**Exercise:** Which lines have the string "crate"? Copy all of them from the entries below.

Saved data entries
*-*-*
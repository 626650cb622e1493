//! What the report shows, as plain records the pipeline's results fill: the map segments,
//! factor series, result tables and text. Charts and the page are drawn from these.

use crate::output::table::Table;

/// Most rows of one table shown in the report; longer tables end with a note that the full
/// table is in its CSV file.
pub const TABLE_ROWS_MAX: usize = 100;

/// One segment on the report's map, with the figures its info panel and table row show.
#[derive(Debug, Clone, PartialEq, Default)]
pub struct MapSegment {
    /// Segment id.
    pub id: String,
    /// Route name, empty when the network gives none.
    pub route: String,
    /// Functional class code (1 interstate ... 7 local) and area, e.g. `3 urban`.
    pub class: String,
    /// Factor group.
    pub group: String,
    /// Length, km.
    pub length_km: f64,
    /// Heavy-vehicle share of AADT (0-1), NaN when the study has none.
    pub heavy_share: f64,
    /// K-factor (design-hour share of AADT), NaN when none.
    pub k_factor: f64,
    /// D-factor (heavier direction's share of the design hour), NaN when none.
    pub d_factor: f64,
    /// From node, (lon, lat) decimal degrees WGS 84.
    pub from: (f64, f64),
    /// To node, (lon, lat) decimal degrees WGS 84.
    pub to: (f64, f64),
    /// AADT, veh/day.
    pub aadt: f64,
    /// Lower end of the 95 % interval, veh/day.
    pub lo95: f64,
    /// Upper end of the 95 % interval, veh/day.
    pub hi95: f64,
    /// `continuous`, `short_count` or `estimated`; estimated segments are drawn dashed.
    pub basis: String,
    /// Tooltip label, e.g. the segment id and route.
    pub label: String,
}

/// A count location drawn on the map: a permanent counter or a short-count station, placed
/// at the middle of its segment (stations.csv gives the segment, not coordinates).
#[derive(Debug, Clone, PartialEq, Default)]
pub struct MapMarker {
    /// Station id.
    pub id: String,
    /// Segment id it stands on.
    pub segment_id: String,
    /// (lon, lat) decimal degrees WGS 84.
    pub at: (f64, f64),
    /// `true` for a permanent counter, `false` for a short-count station.
    pub continuous: bool,
}

/// How quality control treated one station-day (both directions together: the worst of
/// them).
#[derive(Debug, Clone, Copy, PartialEq, Eq, PartialOrd, Ord, Default)]
pub enum DayStatus {
    /// No record on that day.
    #[default]
    Missing,
    /// Accepted without a flag.
    Accepted,
    /// Accepted with a flag.
    Flagged,
    /// Rejected (in at least one direction).
    Rejected,
}

/// One station's row of the QC calendar: a status per day of the study year, 1 January first.
#[derive(Debug, Clone, PartialEq, Default)]
pub struct CalendarRow {
    /// Station id.
    pub station: String,
    /// One status per day of the year.
    pub days: Vec<DayStatus>,
}

/// Curves of one factor group, one per counter: hourly profiles (each counter's weekday share of
/// daily volume per clock hour, 24 values, 0-1) or ranked-hour K-values (highest first).
#[derive(Debug, Clone, PartialEq, Default)]
pub struct GroupCurves {
    /// Factor group name.
    pub group: String,
    /// The counters' profiles, named by station id.
    pub counters: Vec<Series>,
}

/// A named series of values, e.g. the 12 monthly factors of one factor group.
#[derive(Debug, Clone, PartialEq)]
pub struct Series {
    /// Group name.
    pub name: String,
    /// Values (dimensionless factors); a non-finite value is a gap.
    pub values: Vec<f64>,
}

/// Everything the report shows; the pipeline fills it from stage outputs.
#[derive(Debug, Clone, PartialEq, Default)]
pub struct ReportData {
    /// Page title.
    pub title: String,
    /// The study year.
    pub study_year: i32,
    /// Tool and version, e.g. "roadtally 0.1.0" (no wall clock, so outputs are reproducible).
    pub generated_by: String,
    /// Key facts as label and text: counts used, segments, stations ...
    pub summary: Vec<(String, String)>,
    /// Segments to map.
    pub map: Vec<MapSegment>,
    /// Permanent counters and short-count stations on the map.
    pub markers: Vec<MapMarker>,
    /// Ranked-hour curves per factor group: per counter, the K-values of its highest hours.
    pub ranked_hours: Vec<GroupCurves>,
    /// Weekday hourly profiles per factor group and counter.
    pub hourly_profiles: Vec<GroupCurves>,
    /// The QC calendar, one row per station with counts in the study year.
    pub qc_calendar: Vec<CalendarRow>,
    /// The permanent-counter table (two-way rows of `station_statistics.csv`, key columns).
    pub stations: Option<Table>,
    /// Monthly factors per factor group (12 values, January first).
    pub monthly_factors: Vec<Series>,
    /// Weekday factors per factor group (7 values, Monday first).
    pub weekday_factors: Vec<Series>,
    /// Short-count calibration table (error and coverage by count length and class group).
    pub calibration: Option<Table>,
    /// Cross-validation table of the spatial estimates.
    pub cross_validation: Option<Table>,
    /// Quality-control summary (`qc_summary.csv`): direction-days, accepted (flags included),
    /// flagged and rejected per station.
    pub qc_summary: Option<Table>,
    /// Network totals (vehicle-km, segments by basis ...).
    pub network_totals: Option<Table>,
    /// Further tables shown as they are (design, toll reconciliation ...), at most
    /// [`TABLE_ROWS_MAX`] rows each.
    pub extra_tables: Vec<Table>,
    /// Method sections: heading and paragraph.
    pub methods: Vec<(String, String)>,
    /// The caution: figures are estimates with stated uncertainty; design follows local
    /// codes and a licensed engineer's judgement.
    pub caution: String,
}

/// One bar of a bar chart.
#[derive(Debug, Clone, PartialEq)]
pub struct Bar {
    /// Category label.
    pub label: String,
    /// Value in the chart's unit.
    pub value: f64,
}

/// One row of the QC chart: a label and direction-days `[accepted without a flag, flagged,
/// rejected]`, which sum to the row's direction-days.
pub type QcRow = (String, [f64; 3]);
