#[cfg(test)]
mod tests {
    use super::charts::{metric_charts, qc_chart, qc_rows};
    use super::*;
    use crate::output::table::{Cell, Column, Format, Table};

    const EVIL: &str = "<script>alert(1)</script>";

    fn data() -> ReportData {
        let mut calibration = Table::new(
            "calibration",
            "Short-count calibration",
            vec![
                Column::new("hours", "h", Format::Integer),
                Column::new("class_group", "", Format::Text),
                Column::new("trials", "", Format::Integer),
                Column::new("median_ape_pct", "%", Format::Decimal(1)),
                Column::new("coverage95", "", Format::Share),
            ],
        );
        calibration.push(vec![
            Cell::Int(24),
            "arterial".into(),
            Cell::Int(120),
            Cell::Num(8.2),
            Cell::Num(0.94),
        ]);
        calibration.push(vec![
            Cell::Int(48),
            EVIL.into(),
            Cell::Int(80),
            Cell::Num(6.1),
            Cell::Num(0.96),
        ]);
        let mut qc = Table::new(
            "qc_summary",
            "Station-days by rule",
            vec![
                Column::new("station_id", "", Format::Text),
                Column::new("rule", "", Format::Text),
                Column::new("accepted", "station-days", Format::Integer),
                Column::new("flagged", "station-days", Format::Integer),
                Column::new("rejected", "station-days", Format::Integer),
            ],
        );
        qc.push(vec![
            EVIL.into(),
            "zero_run".into(),
            Cell::Int(350),
            Cell::Int(5),
            Cell::Int(10),
        ]);
        let mut extra = Table::new(
            "design",
            "Design figures",
            vec![
                Column::new("segment_id", "", Format::Text),
                Column::new("k_factor", "", Format::Decimal(3)),
            ],
        );
        for i in 0..(TABLE_ROWS_MAX + 5) {
            extra.push(vec![format!("s{i}").into(), Cell::Num(0.1)]);
        }
        ReportData {
            title: "Traffic statistics 2025".into(),
            study_year: 2025,
            generated_by: "roadtally 0.1.0".into(),
            summary: vec![("Counts used".into(), "3 continuous, 12 short".into())],
            map: vec![
                MapSegment {
                    from: (-73.99, 40.75),
                    to: (-73.98, 40.76),
                    aadt: 12000.0,
                    lo95: 10000.0,
                    hi95: 14000.0,
                    basis: "continuous".into(),
                    label: EVIL.into(),
                    id: EVIL.into(),
                    route: "</script><!--".into(),
                    ..MapSegment::default()
                },
                MapSegment {
                    from: (-73.98, 40.76),
                    to: (-73.95, 40.78),
                    aadt: 900.0,
                    lo95: 400.0,
                    hi95: 1800.0,
                    basis: "estimated".into(),
                    label: "s2".into(),
                    id: "s2".into(),
                    ..MapSegment::default()
                },
            ],
            monthly_factors: vec![Series {
                name: "urban arterial".into(),
                values: (0..12).map(|m| 0.9 + 0.02 * m as f64).collect(),
            }],
            weekday_factors: vec![Series {
                name: EVIL.into(),
                values: vec![1.05, 1.0, 1.0, 0.98, 0.95, 1.1, 1.2],
            }],
            calibration: Some(calibration),
            cross_validation: None,
            qc_summary: Some(qc),
            network_totals: None,
            extra_tables: vec![extra],
            methods: vec![("Expansion".into(), "Short counts are expanded.".into())],
            caution: "Figures are estimates with stated uncertainty; design follows local codes and a licensed engineer's judgement.".into(),
            markers: vec![MapMarker {
                id: EVIL.into(),
                segment_id: "s2".into(),
                at: (-73.97, 40.77),
                continuous: true,
            }],
            ..ReportData::default()
        }
    }

    #[test]
    fn input_text_is_escaped_and_nothing_is_fetched() {
        let html = render_report(&data());
        assert!(html.starts_with("<!DOCTYPE html>"));
        assert!(html.contains("&lt;script&gt;alert(1)&lt;/script&gt;"));
        // Exactly our two script elements: the JSON data block and our script; input text
        // (a segment id and route holding `</script><!--`) stays inside the data block.
        let lower = html.to_ascii_lowercase();
        assert_eq!(lower.matches("<script").count(), 2);
        assert_eq!(lower.matches("</script").count(), 2);
        assert!(!html.contains("<!--"));
        assert!(html.contains("<script id=\"report-data\" type=\"application/json\">"));
        assert!(!html.contains("src="));
        assert!(!html.contains("href=\"http"));
        assert!(!html.contains("http://"));
        assert!(!html.contains("https://"));
        assert!(!html.contains("@import"));
        assert!(
            html.contains("licensed engineer&#39;s judgement")
                || html.contains("licensed engineer's judgement")
        );
    }

    /// Checks that every element opened is closed in order (void elements excepted) and that
    /// only expected elements occur: escaped input text can never open a tag.
    fn assert_well_formed(html: &str) {
        const VOID: [&str; 3] = ["meta", "!DOCTYPE", "input"];
        const ALLOWED: &[&str] = &[
            "html",
            "head",
            "meta",
            "title",
            "style",
            "body",
            "header",
            "div",
            "strong",
            "nav",
            "ol",
            "li",
            "a",
            "section",
            "h1",
            "h2",
            "h3",
            "p",
            "dl",
            "dt",
            "dd",
            "figure",
            "figcaption",
            "ul",
            "svg",
            "line",
            "polyline",
            "circle",
            "rect",
            "text",
            "span",
            "table",
            "caption",
            "thead",
            "tbody",
            "tr",
            "th",
            "td",
            "footer",
            "g",
            "form",
            "label",
            "button",
            "script",
        ];
        let mut stack: Vec<String> = Vec::new();
        let mut rest = html;
        while let Some(i) = rest.find('<') {
            rest = &rest[i + 1..];
            let end = rest.find('>').expect("tag closes");
            let tag = &rest[..end];
            rest = &rest[end + 1..];
            let closing = tag.starts_with('/');
            let name: String = tag
                .trim_start_matches('/')
                .chars()
                .take_while(|c| !c.is_whitespace())
                .collect();
            if VOID.contains(&name.as_str()) {
                continue;
            }
            assert!(
                ALLOWED.contains(&name.as_str()),
                "unexpected element <{name}>"
            );
            if closing {
                assert_eq!(
                    stack.pop().as_deref(),
                    Some(name.as_str()),
                    "closing </{name}>"
                );
            } else {
                stack.push(name.clone());
            }
            if (name == "style" || name == "script") && !closing {
                // CSS and script are ours, the data block is escaped JSON: none holds a
                // closing tag before its own; skip to its end.
                let close = format!("</{name}>");
                let j = rest.find(&close).expect("style or script closes");
                assert!(!rest[..j].contains("</"), "nothing inside closes a tag");
                rest = &rest[j..];
            }
        }
        assert!(stack.is_empty(), "unclosed {stack:?}");
    }

    #[test]
    fn the_document_is_well_formed() {
        assert_well_formed(&render_report(&data()));
        assert_well_formed(&render_report(&ReportData::default()));
    }

    #[test]
    fn report_shows_charts_tables_and_notes() {
        let html = render_report(&data());
        assert!(html.contains("<svg"));
        assert!(html.contains("@media print"));
        // Map tooltips, legends and both panels.
        assert!(html.contains("AADT 12,000 veh/day, 95 % interval 10,000 to 14,000 veh/day"));
        assert!(html.contains("stroke-dasharray"));
        // Calibration charts by name, with the nominal coverage line.
        assert!(
            html.contains("Median absolute percentage error (%) by count length and class group")
        );
        assert!(!html.contains("median_ape_pct by"));
        assert!(html.contains("nominal 95 %"));
        // QC stacked bars.
        assert!(html.contains("direction-days rejected"));
        // Truncated extra table with its note.
        assert!(html.contains(&format!(
            "first {TABLE_ROWS_MAX} of {} rows",
            TABLE_ROWS_MAX + 5
        )));
        assert!(html.contains("design.csv"));
        assert!(html.contains("Study year 2025"));
        assert!(html.contains("roadtally 0.1.0"));
    }

    #[test]
    fn two_renders_are_byte_identical() {
        assert_eq!(render_report(&data()), render_report(&data()));
    }

    #[test]
    fn an_empty_report_still_renders() {
        let html = render_report(&ReportData::default());
        assert!(html.contains("No segments to map."));
        assert!(html.ends_with("</html>"));
    }

    #[test]
    fn tables_without_metric_columns_get_no_chart() {
        let t = Table::new("x", "x", vec![Column::new("station_id", "", Format::Text)]);
        assert!(metric_charts(&t).is_empty());
        assert!(qc_rows(&t).is_none());
        assert!(qc_chart(&t).is_none());
        let d = data();
        let charts = metric_charts(d.calibration.as_ref().unwrap());
        assert_eq!(charts.len(), 2);
        assert_eq!(charts[1].unit, "%");
        approx::assert_relative_eq!(charts[1].bars[0].value, 94.0);
    }

    #[test]
    fn a_long_qc_table_is_charted_per_rule() {
        let mut qc = data().qc_summary.unwrap();
        qc.rows.clear();
        for i in 0..50 {
            for rule in ["zero_run", "spike"] {
                qc.push(vec![
                    format!("st{i}").into(),
                    rule.into(),
                    Cell::Int(300),
                    Cell::Int(1),
                    Cell::Int(2),
                ]);
            }
        }
        let (title, rows) = qc_chart(&qc).unwrap();
        assert!(title.ends_with("per rule, all stations"));
        assert_eq!(rows.len(), 2);
        assert_eq!(rows[0].0, "spike");
        // 50 stations x (300 accepted, 1 of them flagged): 14,950 without a flag.
        approx::assert_relative_eq!(rows[1].1[0], 14_950.0);
        approx::assert_relative_eq!(rows[1].1[2], 100.0);
    }

    /// A station with 730 direction-days (two directions, 365 days), 26 of them flagged and
    /// 4 rejected: the bar's parts must add up to 730, not 756 (flagged counted twice).
    #[test]
    fn qc_bars_add_up_to_the_direction_days() {
        let mut qc = data().qc_summary.unwrap();
        qc.rows.clear();
        qc.push(vec![
            "st1".into(),
            "all".into(),
            Cell::Int(726),
            Cell::Int(26),
            Cell::Int(4),
        ]);
        let rows = qc_rows(&qc).unwrap();
        let parts = rows[0].1;
        approx::assert_relative_eq!(parts.iter().sum::<f64>(), 730.0);
        approx::assert_relative_eq!(parts[0], 700.0);
        approx::assert_relative_eq!(parts[1], 26.0);
        let html = svg::qc_bars("t", &rows).into_string();
        assert!(html.contains("700 / 26 / 4"));
    }

    #[test]
    fn write_puts_the_file_in_place() {
        let dir = tempfile::tempdir().unwrap();
        let p = write_report(dir.path(), "report.html", &data()).unwrap();
        assert_eq!(std::fs::read_to_string(p).unwrap(), render_report(&data()));
    }
}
*-*-*
**Response:**
use crate::output::table::Table;
    use crate::output::table::{Cell, Column, Format, Table};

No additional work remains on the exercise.